▸ **Exercise requirements**
The stretch wanted below opens at the line containing "(explained in the" and closes at the line containing "checked move: the". Please return it exactly, with no other lines.

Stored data
'''
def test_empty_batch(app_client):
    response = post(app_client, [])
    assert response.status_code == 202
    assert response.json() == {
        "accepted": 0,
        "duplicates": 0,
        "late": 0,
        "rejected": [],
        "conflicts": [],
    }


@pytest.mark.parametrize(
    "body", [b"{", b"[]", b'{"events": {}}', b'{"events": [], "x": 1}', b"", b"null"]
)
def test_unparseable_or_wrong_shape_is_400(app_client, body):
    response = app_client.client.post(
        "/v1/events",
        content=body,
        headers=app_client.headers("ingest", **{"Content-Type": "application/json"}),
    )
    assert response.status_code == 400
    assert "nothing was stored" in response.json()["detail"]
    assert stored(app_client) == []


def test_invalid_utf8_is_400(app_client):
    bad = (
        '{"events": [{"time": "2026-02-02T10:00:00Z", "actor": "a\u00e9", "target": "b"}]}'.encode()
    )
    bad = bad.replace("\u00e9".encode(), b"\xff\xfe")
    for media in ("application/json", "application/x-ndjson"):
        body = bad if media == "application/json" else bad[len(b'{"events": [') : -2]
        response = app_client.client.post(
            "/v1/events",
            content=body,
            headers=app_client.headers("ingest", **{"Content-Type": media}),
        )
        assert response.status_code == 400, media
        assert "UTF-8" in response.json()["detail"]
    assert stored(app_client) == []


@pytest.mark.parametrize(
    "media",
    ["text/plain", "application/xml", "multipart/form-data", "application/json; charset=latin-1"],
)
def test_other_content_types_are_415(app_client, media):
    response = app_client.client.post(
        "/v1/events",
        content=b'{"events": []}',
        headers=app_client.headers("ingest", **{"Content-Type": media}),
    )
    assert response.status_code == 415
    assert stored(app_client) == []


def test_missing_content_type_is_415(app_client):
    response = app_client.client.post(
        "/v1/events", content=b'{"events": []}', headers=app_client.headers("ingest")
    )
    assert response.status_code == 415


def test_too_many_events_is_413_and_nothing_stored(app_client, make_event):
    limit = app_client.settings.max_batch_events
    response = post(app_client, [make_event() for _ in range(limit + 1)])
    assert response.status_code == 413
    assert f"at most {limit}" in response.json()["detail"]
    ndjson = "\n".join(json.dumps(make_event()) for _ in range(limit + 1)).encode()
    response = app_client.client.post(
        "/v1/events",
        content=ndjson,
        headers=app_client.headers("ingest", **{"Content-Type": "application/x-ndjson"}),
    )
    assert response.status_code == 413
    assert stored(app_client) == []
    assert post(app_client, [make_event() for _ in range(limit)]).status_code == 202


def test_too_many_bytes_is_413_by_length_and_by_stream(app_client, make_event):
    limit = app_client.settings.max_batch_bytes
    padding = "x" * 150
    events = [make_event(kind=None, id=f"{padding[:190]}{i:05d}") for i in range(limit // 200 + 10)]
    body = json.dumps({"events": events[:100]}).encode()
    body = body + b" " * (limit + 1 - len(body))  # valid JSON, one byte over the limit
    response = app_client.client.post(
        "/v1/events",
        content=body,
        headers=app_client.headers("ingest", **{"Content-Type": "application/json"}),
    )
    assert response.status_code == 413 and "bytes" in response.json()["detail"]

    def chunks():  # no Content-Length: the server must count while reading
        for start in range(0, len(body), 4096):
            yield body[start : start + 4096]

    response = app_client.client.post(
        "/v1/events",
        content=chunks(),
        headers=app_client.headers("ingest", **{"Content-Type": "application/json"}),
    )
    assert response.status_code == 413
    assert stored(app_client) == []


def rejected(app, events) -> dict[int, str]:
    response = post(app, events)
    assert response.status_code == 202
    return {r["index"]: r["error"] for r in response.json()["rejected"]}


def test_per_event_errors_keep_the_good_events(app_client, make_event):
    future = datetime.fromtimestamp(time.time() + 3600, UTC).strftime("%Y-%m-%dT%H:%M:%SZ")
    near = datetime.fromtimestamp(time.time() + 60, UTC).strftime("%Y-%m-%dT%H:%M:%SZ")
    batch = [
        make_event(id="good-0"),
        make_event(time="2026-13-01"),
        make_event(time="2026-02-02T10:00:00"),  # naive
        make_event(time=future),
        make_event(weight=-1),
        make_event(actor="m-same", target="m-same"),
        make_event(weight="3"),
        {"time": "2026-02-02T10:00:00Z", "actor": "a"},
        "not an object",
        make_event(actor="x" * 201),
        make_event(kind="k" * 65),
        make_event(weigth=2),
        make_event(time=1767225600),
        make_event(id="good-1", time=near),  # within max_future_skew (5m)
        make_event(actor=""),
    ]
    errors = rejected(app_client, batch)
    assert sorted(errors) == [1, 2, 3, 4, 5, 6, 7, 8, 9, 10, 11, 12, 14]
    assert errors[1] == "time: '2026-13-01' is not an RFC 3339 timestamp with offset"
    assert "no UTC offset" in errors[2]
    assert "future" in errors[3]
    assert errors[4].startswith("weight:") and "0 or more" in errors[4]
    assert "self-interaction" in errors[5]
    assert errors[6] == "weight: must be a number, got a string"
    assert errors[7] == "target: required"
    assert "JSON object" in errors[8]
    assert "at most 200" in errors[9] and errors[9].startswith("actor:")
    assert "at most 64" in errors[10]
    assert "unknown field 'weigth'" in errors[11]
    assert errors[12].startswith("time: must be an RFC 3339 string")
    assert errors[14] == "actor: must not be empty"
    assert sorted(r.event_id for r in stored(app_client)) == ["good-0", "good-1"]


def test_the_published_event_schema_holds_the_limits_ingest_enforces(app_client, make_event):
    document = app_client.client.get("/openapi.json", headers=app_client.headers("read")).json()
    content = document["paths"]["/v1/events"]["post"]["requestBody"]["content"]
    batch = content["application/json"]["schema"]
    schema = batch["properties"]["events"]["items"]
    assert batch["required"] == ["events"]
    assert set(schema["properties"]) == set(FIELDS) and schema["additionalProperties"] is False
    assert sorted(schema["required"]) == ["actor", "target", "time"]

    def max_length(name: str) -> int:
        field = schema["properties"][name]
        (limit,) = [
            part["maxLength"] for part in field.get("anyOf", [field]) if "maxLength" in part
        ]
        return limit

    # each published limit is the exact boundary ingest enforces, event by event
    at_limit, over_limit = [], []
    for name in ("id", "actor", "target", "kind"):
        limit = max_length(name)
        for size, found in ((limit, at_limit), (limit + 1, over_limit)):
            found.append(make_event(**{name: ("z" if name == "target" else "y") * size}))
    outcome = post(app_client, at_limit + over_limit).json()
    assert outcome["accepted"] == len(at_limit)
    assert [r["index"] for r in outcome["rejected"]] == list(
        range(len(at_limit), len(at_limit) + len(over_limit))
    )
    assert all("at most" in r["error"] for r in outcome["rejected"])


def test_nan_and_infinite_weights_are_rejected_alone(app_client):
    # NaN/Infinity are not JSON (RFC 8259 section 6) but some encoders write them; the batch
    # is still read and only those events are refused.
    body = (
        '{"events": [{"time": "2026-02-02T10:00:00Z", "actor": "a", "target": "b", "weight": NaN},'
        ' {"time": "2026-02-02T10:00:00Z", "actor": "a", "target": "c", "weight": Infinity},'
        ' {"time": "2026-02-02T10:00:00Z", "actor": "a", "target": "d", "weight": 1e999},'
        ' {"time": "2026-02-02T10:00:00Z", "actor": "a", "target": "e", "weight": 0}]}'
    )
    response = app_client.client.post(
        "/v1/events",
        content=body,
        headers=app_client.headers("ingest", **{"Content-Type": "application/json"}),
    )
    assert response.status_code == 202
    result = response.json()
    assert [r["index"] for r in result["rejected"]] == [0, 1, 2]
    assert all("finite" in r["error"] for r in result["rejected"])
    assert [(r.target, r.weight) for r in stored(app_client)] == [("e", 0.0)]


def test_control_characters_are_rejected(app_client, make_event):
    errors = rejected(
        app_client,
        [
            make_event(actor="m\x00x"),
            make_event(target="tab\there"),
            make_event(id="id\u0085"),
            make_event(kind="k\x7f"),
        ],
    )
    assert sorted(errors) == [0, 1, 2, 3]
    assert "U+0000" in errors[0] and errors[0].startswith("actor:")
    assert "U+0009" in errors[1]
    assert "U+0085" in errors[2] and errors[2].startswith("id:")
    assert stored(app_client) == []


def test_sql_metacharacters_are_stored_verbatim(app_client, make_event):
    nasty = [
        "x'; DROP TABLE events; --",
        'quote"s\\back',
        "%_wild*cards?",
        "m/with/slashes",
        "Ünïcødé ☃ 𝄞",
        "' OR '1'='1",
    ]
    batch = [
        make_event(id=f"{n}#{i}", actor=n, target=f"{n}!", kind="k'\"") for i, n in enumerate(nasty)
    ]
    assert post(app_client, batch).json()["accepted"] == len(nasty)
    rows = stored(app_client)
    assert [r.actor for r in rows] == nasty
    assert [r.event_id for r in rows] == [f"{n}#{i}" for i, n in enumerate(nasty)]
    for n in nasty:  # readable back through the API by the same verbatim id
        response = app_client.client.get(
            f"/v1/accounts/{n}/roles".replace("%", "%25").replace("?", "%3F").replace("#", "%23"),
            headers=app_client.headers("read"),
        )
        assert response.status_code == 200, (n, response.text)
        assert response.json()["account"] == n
'''
'''
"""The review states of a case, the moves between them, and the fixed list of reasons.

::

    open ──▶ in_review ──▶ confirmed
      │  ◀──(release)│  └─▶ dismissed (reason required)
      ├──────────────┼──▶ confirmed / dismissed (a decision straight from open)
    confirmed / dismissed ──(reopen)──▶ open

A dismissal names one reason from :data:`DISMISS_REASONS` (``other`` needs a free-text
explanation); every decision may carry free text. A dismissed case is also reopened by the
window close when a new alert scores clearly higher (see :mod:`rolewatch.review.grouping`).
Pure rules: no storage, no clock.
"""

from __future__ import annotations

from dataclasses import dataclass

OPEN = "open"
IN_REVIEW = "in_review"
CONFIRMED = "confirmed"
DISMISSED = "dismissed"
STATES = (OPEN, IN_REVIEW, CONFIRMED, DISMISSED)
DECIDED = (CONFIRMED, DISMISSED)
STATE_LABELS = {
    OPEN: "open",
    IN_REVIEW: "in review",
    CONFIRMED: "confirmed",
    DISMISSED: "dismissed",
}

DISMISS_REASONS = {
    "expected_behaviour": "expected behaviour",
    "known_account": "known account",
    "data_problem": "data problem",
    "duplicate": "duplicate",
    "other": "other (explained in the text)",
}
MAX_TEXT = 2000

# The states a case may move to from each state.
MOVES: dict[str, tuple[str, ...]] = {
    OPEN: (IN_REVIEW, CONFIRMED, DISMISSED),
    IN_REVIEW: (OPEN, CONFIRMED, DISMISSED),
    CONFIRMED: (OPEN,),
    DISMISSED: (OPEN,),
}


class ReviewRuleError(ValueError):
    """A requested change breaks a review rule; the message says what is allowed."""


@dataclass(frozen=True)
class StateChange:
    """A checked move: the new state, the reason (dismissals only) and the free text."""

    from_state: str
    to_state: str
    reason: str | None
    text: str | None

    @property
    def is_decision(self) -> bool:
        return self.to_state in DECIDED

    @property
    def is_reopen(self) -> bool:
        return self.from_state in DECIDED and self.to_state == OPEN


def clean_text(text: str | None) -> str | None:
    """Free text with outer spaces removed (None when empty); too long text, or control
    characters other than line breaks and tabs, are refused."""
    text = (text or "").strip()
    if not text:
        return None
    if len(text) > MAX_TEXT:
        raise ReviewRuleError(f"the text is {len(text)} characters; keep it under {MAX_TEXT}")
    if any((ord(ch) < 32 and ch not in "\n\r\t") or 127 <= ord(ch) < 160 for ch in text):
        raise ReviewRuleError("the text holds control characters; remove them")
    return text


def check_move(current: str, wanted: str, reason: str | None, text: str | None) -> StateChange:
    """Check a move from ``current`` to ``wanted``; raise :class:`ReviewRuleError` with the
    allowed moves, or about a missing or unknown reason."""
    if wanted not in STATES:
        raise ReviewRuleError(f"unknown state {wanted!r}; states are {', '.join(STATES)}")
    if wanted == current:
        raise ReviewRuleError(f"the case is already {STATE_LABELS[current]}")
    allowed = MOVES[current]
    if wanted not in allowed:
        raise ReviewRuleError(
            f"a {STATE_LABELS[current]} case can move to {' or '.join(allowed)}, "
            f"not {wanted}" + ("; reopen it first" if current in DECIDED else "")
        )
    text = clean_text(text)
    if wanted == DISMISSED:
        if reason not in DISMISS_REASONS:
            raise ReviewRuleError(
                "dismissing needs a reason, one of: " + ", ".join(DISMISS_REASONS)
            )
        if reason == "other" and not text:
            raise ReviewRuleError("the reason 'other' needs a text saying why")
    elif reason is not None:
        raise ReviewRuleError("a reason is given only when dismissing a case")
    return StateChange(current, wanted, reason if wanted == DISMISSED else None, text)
'''
▸ **Solution**
    "other": "other (explained in the text)",
}
MAX_TEXT = 2000

# The states a case may move to from each state.
MOVES: dict[str, tuple[str, ...]] = {
    OPEN: (IN_REVIEW, CONFIRMED, DISMISSED),
    IN_REVIEW: (OPEN, CONFIRMED, DISMISSED),
    CONFIRMED: (OPEN,),
    DISMISSED: (OPEN,),
}


class ReviewRuleError(ValueError):
    """A requested change breaks a review rule; the message says what is allowed."""


@dataclass(frozen=True)
class StateChange:
    """A checked move: the new state, the reason (dismissals only) and the free text."""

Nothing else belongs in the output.